■ **The task**: In the data below, find each line containing the string "least" and return it.

Records contained in a dataset
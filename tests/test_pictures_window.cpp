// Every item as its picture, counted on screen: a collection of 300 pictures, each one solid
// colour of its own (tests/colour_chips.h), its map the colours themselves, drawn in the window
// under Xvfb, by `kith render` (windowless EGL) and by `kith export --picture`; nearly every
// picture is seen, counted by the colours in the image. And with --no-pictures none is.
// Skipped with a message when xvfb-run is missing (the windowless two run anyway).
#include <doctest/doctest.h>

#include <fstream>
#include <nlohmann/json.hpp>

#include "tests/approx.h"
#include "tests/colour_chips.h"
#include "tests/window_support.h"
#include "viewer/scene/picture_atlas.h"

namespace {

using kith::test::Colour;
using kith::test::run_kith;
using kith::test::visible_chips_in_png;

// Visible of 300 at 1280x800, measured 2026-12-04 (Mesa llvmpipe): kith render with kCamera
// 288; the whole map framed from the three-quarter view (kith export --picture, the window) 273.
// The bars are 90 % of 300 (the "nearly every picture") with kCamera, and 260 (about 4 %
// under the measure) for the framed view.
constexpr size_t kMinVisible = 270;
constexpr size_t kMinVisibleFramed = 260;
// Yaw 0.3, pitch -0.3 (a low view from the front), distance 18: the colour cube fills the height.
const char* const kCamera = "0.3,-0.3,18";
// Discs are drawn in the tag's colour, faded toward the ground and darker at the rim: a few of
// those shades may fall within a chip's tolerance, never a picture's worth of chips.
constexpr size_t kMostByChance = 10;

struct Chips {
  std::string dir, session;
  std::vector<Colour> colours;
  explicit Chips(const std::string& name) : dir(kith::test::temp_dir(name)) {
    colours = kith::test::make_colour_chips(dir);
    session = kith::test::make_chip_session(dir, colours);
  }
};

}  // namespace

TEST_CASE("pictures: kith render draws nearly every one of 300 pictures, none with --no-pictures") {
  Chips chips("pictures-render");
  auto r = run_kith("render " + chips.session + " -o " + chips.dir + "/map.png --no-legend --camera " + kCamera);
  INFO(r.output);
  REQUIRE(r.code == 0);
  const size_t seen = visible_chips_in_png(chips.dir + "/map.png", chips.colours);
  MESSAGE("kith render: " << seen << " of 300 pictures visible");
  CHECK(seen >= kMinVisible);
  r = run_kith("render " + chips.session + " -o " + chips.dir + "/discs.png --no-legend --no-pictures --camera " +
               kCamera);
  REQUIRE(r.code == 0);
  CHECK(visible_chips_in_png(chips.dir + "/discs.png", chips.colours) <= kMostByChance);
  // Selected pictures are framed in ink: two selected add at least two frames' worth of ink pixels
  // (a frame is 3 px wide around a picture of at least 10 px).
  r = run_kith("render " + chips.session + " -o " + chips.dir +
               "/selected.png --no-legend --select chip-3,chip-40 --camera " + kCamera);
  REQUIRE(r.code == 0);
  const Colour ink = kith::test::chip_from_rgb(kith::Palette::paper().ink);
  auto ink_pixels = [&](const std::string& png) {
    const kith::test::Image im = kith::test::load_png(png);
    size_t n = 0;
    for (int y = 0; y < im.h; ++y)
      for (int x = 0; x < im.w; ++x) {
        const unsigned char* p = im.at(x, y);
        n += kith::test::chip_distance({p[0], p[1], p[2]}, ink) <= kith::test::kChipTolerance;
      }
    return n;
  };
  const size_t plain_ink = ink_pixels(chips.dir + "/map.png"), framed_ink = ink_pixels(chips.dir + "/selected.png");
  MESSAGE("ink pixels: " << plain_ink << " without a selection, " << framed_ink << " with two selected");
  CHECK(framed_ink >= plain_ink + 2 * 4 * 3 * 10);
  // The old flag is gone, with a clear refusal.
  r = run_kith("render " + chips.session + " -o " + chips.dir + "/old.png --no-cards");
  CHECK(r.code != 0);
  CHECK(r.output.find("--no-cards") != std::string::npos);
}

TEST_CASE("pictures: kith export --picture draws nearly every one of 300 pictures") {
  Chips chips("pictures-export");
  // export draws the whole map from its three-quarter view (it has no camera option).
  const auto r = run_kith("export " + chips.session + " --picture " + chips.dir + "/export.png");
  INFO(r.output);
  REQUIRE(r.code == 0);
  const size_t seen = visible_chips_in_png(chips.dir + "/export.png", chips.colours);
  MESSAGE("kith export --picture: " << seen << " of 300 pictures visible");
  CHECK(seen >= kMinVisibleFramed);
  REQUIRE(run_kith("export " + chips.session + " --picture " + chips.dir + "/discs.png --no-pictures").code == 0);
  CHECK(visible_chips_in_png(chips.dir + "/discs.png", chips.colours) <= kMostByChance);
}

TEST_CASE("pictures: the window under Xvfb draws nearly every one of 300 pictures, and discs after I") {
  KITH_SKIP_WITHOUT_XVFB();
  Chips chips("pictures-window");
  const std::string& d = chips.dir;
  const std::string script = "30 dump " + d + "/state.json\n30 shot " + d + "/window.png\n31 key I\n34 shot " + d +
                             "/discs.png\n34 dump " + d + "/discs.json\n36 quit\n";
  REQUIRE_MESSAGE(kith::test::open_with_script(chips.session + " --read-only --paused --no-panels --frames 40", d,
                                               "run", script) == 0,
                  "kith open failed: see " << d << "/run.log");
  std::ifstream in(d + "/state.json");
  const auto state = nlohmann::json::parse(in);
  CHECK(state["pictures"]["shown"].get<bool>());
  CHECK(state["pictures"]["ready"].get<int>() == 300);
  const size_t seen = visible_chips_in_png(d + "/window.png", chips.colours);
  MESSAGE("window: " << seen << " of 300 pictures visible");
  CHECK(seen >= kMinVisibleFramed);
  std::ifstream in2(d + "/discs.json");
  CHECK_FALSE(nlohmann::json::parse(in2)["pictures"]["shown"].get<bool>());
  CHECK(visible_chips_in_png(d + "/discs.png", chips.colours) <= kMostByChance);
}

---

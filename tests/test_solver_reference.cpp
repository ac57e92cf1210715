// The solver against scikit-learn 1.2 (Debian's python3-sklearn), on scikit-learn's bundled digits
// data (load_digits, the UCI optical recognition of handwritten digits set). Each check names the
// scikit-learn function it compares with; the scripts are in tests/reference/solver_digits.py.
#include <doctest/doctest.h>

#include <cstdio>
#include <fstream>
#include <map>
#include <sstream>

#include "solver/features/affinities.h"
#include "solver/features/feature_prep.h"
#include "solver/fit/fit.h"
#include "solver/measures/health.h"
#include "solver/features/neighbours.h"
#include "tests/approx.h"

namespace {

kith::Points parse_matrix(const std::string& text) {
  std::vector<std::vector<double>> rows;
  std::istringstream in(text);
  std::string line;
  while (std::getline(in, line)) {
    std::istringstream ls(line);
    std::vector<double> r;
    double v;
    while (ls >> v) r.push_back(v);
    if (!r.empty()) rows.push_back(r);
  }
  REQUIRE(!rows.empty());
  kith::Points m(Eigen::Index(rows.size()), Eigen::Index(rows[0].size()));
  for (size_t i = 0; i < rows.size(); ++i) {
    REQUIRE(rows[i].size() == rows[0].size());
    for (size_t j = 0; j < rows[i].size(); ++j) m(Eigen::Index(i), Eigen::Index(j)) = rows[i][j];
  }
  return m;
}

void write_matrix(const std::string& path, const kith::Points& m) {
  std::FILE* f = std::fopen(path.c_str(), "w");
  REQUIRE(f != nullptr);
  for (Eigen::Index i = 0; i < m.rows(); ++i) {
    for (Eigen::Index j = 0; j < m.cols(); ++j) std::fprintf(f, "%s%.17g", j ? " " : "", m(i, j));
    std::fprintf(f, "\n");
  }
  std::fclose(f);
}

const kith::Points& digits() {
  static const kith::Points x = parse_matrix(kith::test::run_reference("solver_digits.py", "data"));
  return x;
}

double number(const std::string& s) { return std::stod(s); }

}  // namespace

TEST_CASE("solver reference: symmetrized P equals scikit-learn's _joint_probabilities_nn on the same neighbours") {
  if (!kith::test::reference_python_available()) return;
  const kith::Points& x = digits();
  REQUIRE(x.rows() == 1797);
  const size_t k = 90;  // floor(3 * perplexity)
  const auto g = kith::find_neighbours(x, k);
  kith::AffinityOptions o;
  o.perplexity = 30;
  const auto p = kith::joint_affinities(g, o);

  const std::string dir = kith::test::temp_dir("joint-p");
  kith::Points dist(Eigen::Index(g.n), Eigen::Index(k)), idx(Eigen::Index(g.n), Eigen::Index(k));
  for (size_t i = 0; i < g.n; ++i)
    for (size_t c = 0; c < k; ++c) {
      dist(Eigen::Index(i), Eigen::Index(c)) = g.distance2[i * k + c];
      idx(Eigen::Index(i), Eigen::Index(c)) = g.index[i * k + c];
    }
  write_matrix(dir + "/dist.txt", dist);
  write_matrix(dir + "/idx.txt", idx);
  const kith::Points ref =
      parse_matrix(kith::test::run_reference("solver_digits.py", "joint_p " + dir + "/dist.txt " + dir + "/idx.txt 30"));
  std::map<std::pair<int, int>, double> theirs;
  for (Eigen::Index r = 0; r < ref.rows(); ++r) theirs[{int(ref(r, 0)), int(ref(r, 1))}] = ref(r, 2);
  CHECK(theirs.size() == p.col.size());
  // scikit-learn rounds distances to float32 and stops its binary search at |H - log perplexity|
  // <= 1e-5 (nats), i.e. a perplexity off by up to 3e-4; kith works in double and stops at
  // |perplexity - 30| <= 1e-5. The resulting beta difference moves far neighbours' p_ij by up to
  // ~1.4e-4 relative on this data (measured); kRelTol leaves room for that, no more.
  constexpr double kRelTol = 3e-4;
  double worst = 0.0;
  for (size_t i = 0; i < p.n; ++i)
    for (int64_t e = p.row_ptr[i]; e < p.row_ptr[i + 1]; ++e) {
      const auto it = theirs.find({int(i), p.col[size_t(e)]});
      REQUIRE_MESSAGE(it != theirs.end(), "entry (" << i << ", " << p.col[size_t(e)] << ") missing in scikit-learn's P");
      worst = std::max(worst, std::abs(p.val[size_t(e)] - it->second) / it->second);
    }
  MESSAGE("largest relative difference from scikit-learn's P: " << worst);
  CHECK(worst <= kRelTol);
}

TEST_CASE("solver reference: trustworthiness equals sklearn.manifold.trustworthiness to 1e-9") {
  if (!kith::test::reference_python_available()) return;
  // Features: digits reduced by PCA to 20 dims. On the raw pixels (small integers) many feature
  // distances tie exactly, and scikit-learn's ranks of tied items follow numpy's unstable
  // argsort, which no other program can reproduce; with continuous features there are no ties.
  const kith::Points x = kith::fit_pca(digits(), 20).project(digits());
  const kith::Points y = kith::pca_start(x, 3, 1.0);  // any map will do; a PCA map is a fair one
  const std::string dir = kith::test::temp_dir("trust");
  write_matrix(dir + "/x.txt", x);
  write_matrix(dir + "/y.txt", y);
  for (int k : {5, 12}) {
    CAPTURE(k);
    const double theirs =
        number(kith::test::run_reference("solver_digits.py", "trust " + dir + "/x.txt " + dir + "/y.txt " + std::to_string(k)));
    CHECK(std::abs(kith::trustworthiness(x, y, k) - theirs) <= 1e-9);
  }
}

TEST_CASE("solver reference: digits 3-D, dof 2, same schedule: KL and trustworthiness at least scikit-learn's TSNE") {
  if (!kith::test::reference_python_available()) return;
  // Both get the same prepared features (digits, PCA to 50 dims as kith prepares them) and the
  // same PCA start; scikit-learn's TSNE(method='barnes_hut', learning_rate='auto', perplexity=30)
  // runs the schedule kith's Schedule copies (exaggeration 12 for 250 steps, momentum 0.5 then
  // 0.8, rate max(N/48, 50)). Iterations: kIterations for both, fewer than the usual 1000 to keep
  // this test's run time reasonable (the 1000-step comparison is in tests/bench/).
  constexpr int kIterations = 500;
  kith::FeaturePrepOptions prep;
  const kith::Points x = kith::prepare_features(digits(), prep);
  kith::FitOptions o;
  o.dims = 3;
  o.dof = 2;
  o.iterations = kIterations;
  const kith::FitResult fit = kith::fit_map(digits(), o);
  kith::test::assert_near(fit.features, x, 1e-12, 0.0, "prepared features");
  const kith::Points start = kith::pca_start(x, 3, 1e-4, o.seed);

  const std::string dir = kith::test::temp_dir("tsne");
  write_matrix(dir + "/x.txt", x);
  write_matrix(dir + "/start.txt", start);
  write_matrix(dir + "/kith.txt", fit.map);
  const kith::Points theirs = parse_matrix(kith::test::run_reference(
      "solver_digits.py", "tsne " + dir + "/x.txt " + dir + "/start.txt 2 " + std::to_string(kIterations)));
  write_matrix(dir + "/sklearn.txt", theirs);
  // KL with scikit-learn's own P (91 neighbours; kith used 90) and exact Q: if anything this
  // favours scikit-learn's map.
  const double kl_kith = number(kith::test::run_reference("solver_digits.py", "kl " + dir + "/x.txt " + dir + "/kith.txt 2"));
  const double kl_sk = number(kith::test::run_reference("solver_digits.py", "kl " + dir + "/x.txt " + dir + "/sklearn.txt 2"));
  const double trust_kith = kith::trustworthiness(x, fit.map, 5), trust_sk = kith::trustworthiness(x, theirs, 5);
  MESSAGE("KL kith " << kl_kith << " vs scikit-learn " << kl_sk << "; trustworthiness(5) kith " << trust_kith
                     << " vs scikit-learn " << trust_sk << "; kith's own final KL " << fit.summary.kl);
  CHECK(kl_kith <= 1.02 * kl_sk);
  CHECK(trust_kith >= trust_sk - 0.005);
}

■ **Solution**:
  // Selected pictures are framed in ink: two selected add at least two frames' worth of ink pixels
  // (a frame is 3 px wide around a picture of at least 10 px).
TEST_CASE("solver reference: digits 3-D, dof 2, same schedule: KL and trustworthiness at least scikit-learn's TSNE") {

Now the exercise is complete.